[Start of section]
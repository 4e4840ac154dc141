"""Make the example table again and vet both example designs into reports/examples.

python examples/rebuild_reports.py
"""

from __future__ import annotations

import runpy
import sys
from pathlib import Path

from scantling.cli.main import run

HERE = Path(__file__).parent
DESIGNS = ("strait_wide", "strait_narrow")
EXPECTED = {"strait_wide": 4, "strait_narrow": 0}
"""Exit statuses: over budget, within budget."""


def main() -> None:
    """Rebuild, and stop if a verdict is not the expected one."""
    runpy.run_path(str(HERE / "make_strait.py"), run_name="__main__")
    for name in DESIGNS:
        status = run(
            ["vet", str(HERE / f"{name}.toml"), "--quiet",
             "--out", str(HERE.parent / "reports" / "examples")]
        )  # fmt: skip
        print(f"{name}: exit status {status}")
        if status != EXPECTED[name]:
            sys.exit(f"{name}: {EXPECTED[name]} was expected")


if __name__ == "__main__":
    main()
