"""Small plain-text charts."""

from __future__ import annotations

import math
from collections.abc import Sequence

from scantling.planning.breakthrough import CurvePoint

HEIGHT = 8


def risk_chart(curve: Sequence[CurvePoint], accepted: float, width: int) -> list[str]:
    """Break-through risk over p (log scale): point '*', band ':', accepted risk '-'.

    Where marks meet the point wins, then the accepted risk's line.
    """
    if len(curve) < 2:
        return []
    top = max(*(c.high for c in curve), 1.5 * accepted)
    left, right = math.log(curve[0].p), math.log(curve[-1].p)
    span = width - 12
    rows = [[" "] * span for _ in range(HEIGHT)]

    def height(value: float) -> int:
        return min(HEIGHT - 1, round(value / top * (HEIGHT - 1)))

    marks = []
    for x in range(span):
        p = math.exp(left + (right - left) * x / (span - 1))
        place = next((i for i, c in enumerate(curve) if c.p >= p - 1e-9), len(curve) - 1)
        before, after = curve[max(0, place - 1)], curve[place]
        gap = math.log(after.p / before.p)
        share = 1.0 if gap <= 0 else (math.log(p) - math.log(before.p)) / gap
        marks.append(
            [
                getattr(before, k) + share * (getattr(after, k) - getattr(before, k))
                for k in ("risk", "low", "high")
            ]
        )
    for x, (risk, low, high) in enumerate(marks):
        for y in range(height(low), height(high) + 1):
            rows[y][x] = ":"
        rows[height(accepted)][x] = "-"
        rows[height(risk)][x] = "*"
    lines = []
    for y in range(HEIGHT - 1, -1, -1):
        # The row that stands for the accepted risk is labelled with it.
        label = f"{accepted if y == height(accepted) else top * y / (HEIGHT - 1):.3f}"
        lines.append(f"  {label:>6} |" + "".join(rows[y]).rstrip())
    lines.append("  " + " " * 6 + " +" + "-" * span)
    ends = f"{curve[0].p:,}", f"{curve[-1].p:,} columns"
    lines.append(" " * 10 + ends[0] + ends[1].rjust(span - len(ends[0])))
    lines.append(f"  * risk   : 90 % band   - accepted risk {accepted:g}")
    return lines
[End of section]
WORK INSTRUCTION: Out of the listing above, reproduce exactly the lines from the one with "for _ in range(HEIGHT)]" up to and including the one with "before, after = curve[max(0, place".

YOUR SOLUTION:
    rows = [[" "] * span for _ in range(HEIGHT)]

    def height(value: float) -> int:
        return min(HEIGHT - 1, round(value / top * (HEIGHT - 1)))

    marks = []
    for x in range(span):
        p = math.exp(left + (right - left) * x / (span - 1))
        place = next((i for i, c in enumerate(curve) if c.p >= p - 1e-9), len(curve) - 1)
        before, after = curve[max(0, place - 1)], curve[place]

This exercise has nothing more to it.